Assigned task
Going through the entries below, tally the lines that hold the word "lineItems" and state the result alone.

Recorded data
import { afterAll, beforeAll, beforeEach, expect, it, vi } from "vitest";
import type { Db } from "@/db/client";
import { findImage } from "@/db/queries/batches";
import { jobs } from "@/db/schema";
import type { Actor } from "@/lib/auth/actor";
import { completeUpload } from "@/lib/market/images/completeUpload";
import {
  completeMultipart,
  ensureBucket,
  listParts,
  presignPart,
  startMultipart,
} from "@/lib/services/store";
import { freshDb } from "@/tests/support/db";
import { S3_KEYS, startTestFakes, type TestFakes } from "@/tests/support/fakes";
import { draftBatch, image, person, START_MS, team } from "@/tests/support/market";

let fakes: TestFakes;
beforeAll(async () => {
  fakes = await startTestFakes();
  vi.stubEnv("S3_ENDPOINT", fakes.s3.url);
  vi.stubEnv("S3_REGION", S3_KEYS.region);
  vi.stubEnv("S3_ACCESS_KEY_ID", S3_KEYS.accessKeyId);
  vi.stubEnv("S3_SECRET_ACCESS_KEY", S3_KEYS.secretAccessKey);
  await ensureBucket();
});
afterAll(() => fakes.remove());

let db: Db;
let actor: Actor;
beforeEach(() => {
  db = freshDb();
  actor = person(db, "requester");
});

/** An image whose one part is up and not yet joined. */
async function partsUp() {
  const batchId = draftBatch(db, actor, team(db, actor), { imageCount: 0 });
  const key = `batches/${batchId}/uploads/large`;
  const uploadId = await startMultipart(key, "image/png");
  await fetch(await presignPart(key, uploadId, 1), { method: "PUT", body: Buffer.alloc(1000, 7) });
  const imageId = image(db, batchId, { status: "awaiting", uploadId, originalKey: key });
  return { imageId, key, uploadId, parts: (await listParts(key, uploadId)) ?? [] };
}
const checks = () =>
  db
    .select()
    .from(jobs)
    .all()
    .filter((job) => job.kind === "image.check");

it("an upload that was joined before the process died is taken when the browser says so again", async () => {
  const { imageId, key, uploadId, parts } = await partsUp();
  await completeMultipart(key, uploadId, parts); // and there the process died
  await completeUpload({ actor, nowMs: START_MS, imageId, parts });
  expect(findImage(db, imageId)).toMatchObject({ status: "checking", uploadId: null });
  expect(checks()).toHaveLength(1);
});

it("an upload that the store has forgotten, with no file, is to be sent again", async () => {
  const { imageId, parts } = await partsUp();
  const lost = image(db, findImage(db, imageId)?.batchId ?? "", {
    status: "awaiting",
    uploadId: "no-such-upload",
    originalKey: "batches/lost",
  });
  await expect(completeUpload({ actor, nowMs: START_MS, imageId: lost, parts })).rejects.toMatchObject({
    code: "conflict",
  });
  expect(checks()).toEqual([]);
});
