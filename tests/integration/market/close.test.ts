import { beforeEach, describe, expect, it } from "vitest";
import type { Db } from "@/db/client";
import { findImage } from "@/db/queries/batches";
import { ledgerViolations } from "@/db/queries/ledger";
import { listSubmissionsOf } from "@/db/queries/work";
import type { Actor } from "@/lib/auth/actor";
import { closeBatch } from "@/lib/market/batches/closeBatch";
import { setPaused } from "@/lib/market/batches/publishBatch";
import { claimTask, LEASE_MS } from "@/lib/market/work/claimTask";
import { freshDb } from "@/tests/support/db";
import {
  bottles,
  cents,
  HOUR_MS,
  join,
  openMarket,
  person,
  refusalOf,
  refusalText,
  settledImage,
  splitImage,
  START_MS,
  statusOf,
  work,
  type Market,
} from "@/tests/support/market";

let db: Db;
let market: Market;
beforeEach(() => {
  db = freshDb();
  market = openMarket(db, { imageCount: 3, kMin: 2, kMax: 3, walletCents: 1000 });
});

const close = (actor = market.owner, nowMs = START_MS + HOUR_MS) =>
  closeBatch({ actor, nowMs, batchId: market.batchId });
const someone = (index: number) => market.annotators[index] as Actor;

describe("closing a batch", () => {
  it("returns what is unspent and leaves the escrow at zero", () => {
    settledImage(market);
    expect(close()).toEqual({ returnedCents: 3 * 3 * 46 - 2 * 16 });
    expect(cents(db, "escrow", market.batchId)).toBe(0);
    expect(cents(db, "wallet", market.teamId)).toBe(1000 - 32);
    expect(statusOf(db, market.batchId)).toBe("closed");
    expect(ledgerViolations(db)).toEqual([]);
  });

  it("that nobody worked on returns everything", () => {
    expect(close()).toEqual({ returnedCents: 414 });
    expect(cents(db, "wallet", market.teamId)).toBe(1000);
  });

  it("pays what was handed in and not settled as it stands, a lone submission too", () => {
    const [first, second] = market.imageIds;
    work(market, someone(0), bottles(), { imageId: first });
    work(market, someone(0), bottles(), { imageId: second, nowMs: START_MS + 300_000 });
    work(market, someone(1), bottles(1), { imageId: second, nowMs: START_MS + 300_000 });
    close();
    expect(listSubmissionsOf(db, first ?? "").map((row) => row.payCents)).toEqual([14]);
    expect(listSubmissionsOf(db, second ?? "").map((row) => row.payCents)).toEqual([14, 14]);
    expect(cents(db, "payable", someone(0).id)).toBe(28);
    expect(cents(db, "escrow", market.batchId)).toBe(0);
    // The second has all it wanted and agrees: it belongs to the release although its job had not run.
    expect(findImage(db, second ?? "")?.consensusState).toBe("settled");
    expect(findImage(db, first ?? "")?.consensusState).toBe("none");
    expect(ledgerViolations(db)).toEqual([]);
  });

  it("waits for those who draw, and not for those whose claim ran out", () => {
    claimTask({ actor: someone(0), nowMs: START_MS, batchId: market.batchId });
    expect(refusalText(() => close(market.owner, START_MS + LEASE_MS))).toMatch(/1 person is drawing/);
    expect(statusOf(db, market.batchId)).toBe("open");
    close(market.owner, START_MS + LEASE_MS + 1);
    expect(statusOf(db, market.batchId)).toBe("closed");
  });

  it("waits for disputes to be decided", () => {
    splitImage(market);
    expect(refusalText(() => close())).toMatch(/1 dispute waits/);
    expect(cents(db, "escrow", market.batchId)).toBe(414);
  });

  it("is done once, of a paused batch too, by editors of the team", () => {
    const viewer = person(db, "requester");
    join(db, market.teamId, viewer, "viewer");
    expect(refusalOf(() => close(viewer))).toBe("forbidden");
    expect(refusalOf(() => close(person(db, "requester")))).toBe("not_found");
    setPaused({ actor: market.owner, nowMs: START_MS, batchId: market.batchId, paused: true });
    close();
    expect(refusalOf(() => close())).toBe("conflict");
    expect(cents(db, "wallet", market.teamId)).toBe(1000);
  });

  it("takes no claims any more", () => {
    close();
    const attempt = () => claimTask({ actor: someone(0), nowMs: START_MS, batchId: market.batchId });
    expect(refusalOf(attempt)).toBe("conflict");
  });
});
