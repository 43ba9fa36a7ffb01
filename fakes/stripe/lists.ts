import type { Table } from "../shared/tables";
import { badParameter, invalid, noSuch } from "./errors";
import type { Params } from "./form";
import type { Kept } from "./objects";
import type { World } from "./world";

const LIMIT_MAX = 100;
const LEVELS_MAX = 4;
const RANGES = ["gt", "gte", "lt", "lte"] as const;

/** Parameters that every list takes. */
export const PAGE_PARAMS = ["limit", "starting_after", "ending_before"];
/** Most lists are narrowed by time, too. */
export const LIST_PARAMS = [...PAGE_PARAMS, "created"];

/** A page of rows, newest first, with cursors (https://docs.stripe.com/api/pagination). */
export function listPage<T extends { id: string; created?: number }>(
  rows: T[],
  params: Params,
  url: string,
  render: (row: T) => unknown,
): unknown {
  const limit = params.integer("limit") ?? 10;
  if (limit < 1 || limit > LIMIT_MAX)
    throw badParameter(
      `Invalid integer: limit must be between 1 and ${LIMIT_MAX}.`,
      "limit",
      "parameter_invalid_integer",
    );
  const after = params.optional("starting_after");
  const before = params.optional("ending_before");
  if (after && before)
    throw badParameter(
      "You may only specify one of these parameters: ending_before, starting_after.",
      "ending_before",
    );
  const isInRange = readCreated(params);
  const ordered = rows.filter(({ created = 0 }) => isInRange(created)).reverse();
  const cursor = after ?? before;
  const at = cursor ? ordered.findIndex(({ id }) => id === cursor) : -1;
  if (cursor && at < 0) throw noSuch("object", cursor, after ? "starting_after" : "ending_before");
  const start = before ? Math.max(0, at - limit) : at + 1;
  const end = before ? at : start + limit;
  const hasMore = before ? start > 0 : end < ordered.length;
  return { object: "list", data: ordered.slice(start, end).map(render), has_more: hasMore, url };
}

function readCreated(params: Params): (created: number) => boolean {
  if (!params.has("created")) return () => true;
  const exact = typeof params.form.created === "string" ? params.integer("created") : undefined;
  if (exact !== undefined) return (created) => created === exact;
  const range = params.nested("created");
  const [gt, gte, lt, lte] = RANGES.map((name) => range.integer(name));
  return (created) =>
    (gt === undefined || created > gt) &&
    (gte === undefined || created >= gte) &&
    (lt === undefined || created < lt) &&
    (lte === undefined || created <= lte);
}

/** The rows of an account whose fields have the values that the request names. */
export function matching<T extends Kept>(
  table: Table<T>,
  account: string,
  params: Params,
  fields: readonly (keyof T & string)[],
): T[] {
  const wanted = fields.flatMap((field) => {
    const value = params.optional(field);
    return value === null ? [] : [[field, value] as const];
  });
  return table
    .all()
    .filter(
      (row) => row._account === account && wanted.every(([field, value]) => String(row[field]) === value),
    );
}

/** Fields that hold an id, or the object when it is asked for. */
const EXPANDABLE = new Set([
  "payment_intent",
  "latest_charge",
  "charge",
  "balance_transaction",
  "failure_balance_transaction",
  "transfer",
  "destination",
  "destination_payment",
  "source_transaction",
  "source",
  "customer",
  "payment_method",
  "source_transfer",
  "source_transfer_reversal",
  "transfer_reversal",
  "destination_payment_refund",
  "account",
  "original_payout",
  "reversed_by",
]);

/** Replaces ids by objects along the paths of `expand[]`, through lists by `data.`, four levels at most. */
export function expand(world: World, value: unknown, params: Params): unknown {
  for (const path of params.strings("expand")) {
    const parts = path.split(".");
    if (parts.length > LEVELS_MAX)
      throw invalid(
        `You cannot expand more than ${LEVELS_MAX} levels of a property.`,
        "property_expansion_max_depth",
        "expand",
      );
    expandAlong(world, value, parts, path);
  }
  return value;
}

function expandAlong(world: World, value: unknown, [name, ...rest]: string[], path: string): void {
  if (name === undefined || value === null) return;
  if (Array.isArray(value)) {
    for (const item of value) expandAlong(world, item, [name, ...rest], path);
    return;
  }
  if (!isRecord(value)) return;
  const held = value[name];
  if (name === "line_items" && value.object === "checkout.session")
    value[name] = lineItems(world, String(value.id));
  else if (name === "refunds" && value.object === "charge") value[name] = refundsOf(world, String(value.id));
  else if (typeof held === "string" && EXPANDABLE.has(name)) {
    const found = findById(world, held);
    if (found) value[name] = world.render(found);
  } else if (held === undefined || typeof held === "string") {
    throw invalid(`This property cannot be expanded (${path}).`, undefined, "expand");
  }
  expandAlong(world, value[name], rest, path);
}

const isRecord = (value: unknown): value is Record<string, unknown> =>
  typeof value === "object" && value !== null;

export function lineItems(world: World, sessionId: string): unknown {
  const items = world.sessions.find(sessionId)?._items ?? [];
  return {
    object: "list",
    data: items.map((item) => world.render(item)),
    has_more: false,
    url: `/v1/checkout/sessions/${sessionId}/line_items`,
  };
}

function refundsOf(world: World, chargeId: string): unknown {
  const refunds = world.refunds.all().filter(({ charge }) => charge === chargeId);
  return {
    object: "list",
    data: refunds
      .reverse()
      .slice(0, 10)
      .map((refund) => world.render(refund)),
    has_more: refunds.length > 10,
    url: `/v1/charges/${chargeId}/refunds`,
  };
}

/** Any kept object by the prefix of its id. */
function findById(world: World, id: string): unknown {
  const tables: Record<string, Table<Kept> | { find: (id: string) => Kept | undefined }> = {
    pi: world.intents,
    ch: world.charges,
    py: world.charges,
    re: world.refunds,
    pyr: world.refunds,
    dp: world.disputes,
    txn: world.transactions,
    tr: world.transfers,
    trr: world.reversals,
    po: world.payouts,
    tu: world.topups,
    acct: world.accounts,
    cus: world.customers,
    pm: world.methods,
    cs: world.sessions,
  };
  const [prefix = ""] = id.split("_");
  if (prefix === "ba")
    return world.accounts
      .all()
      .flatMap(({ _banks }) => _banks)
      .find((bank) => bank.id === id);
  return tables[prefix]?.find(id);
}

Output for this exercise
2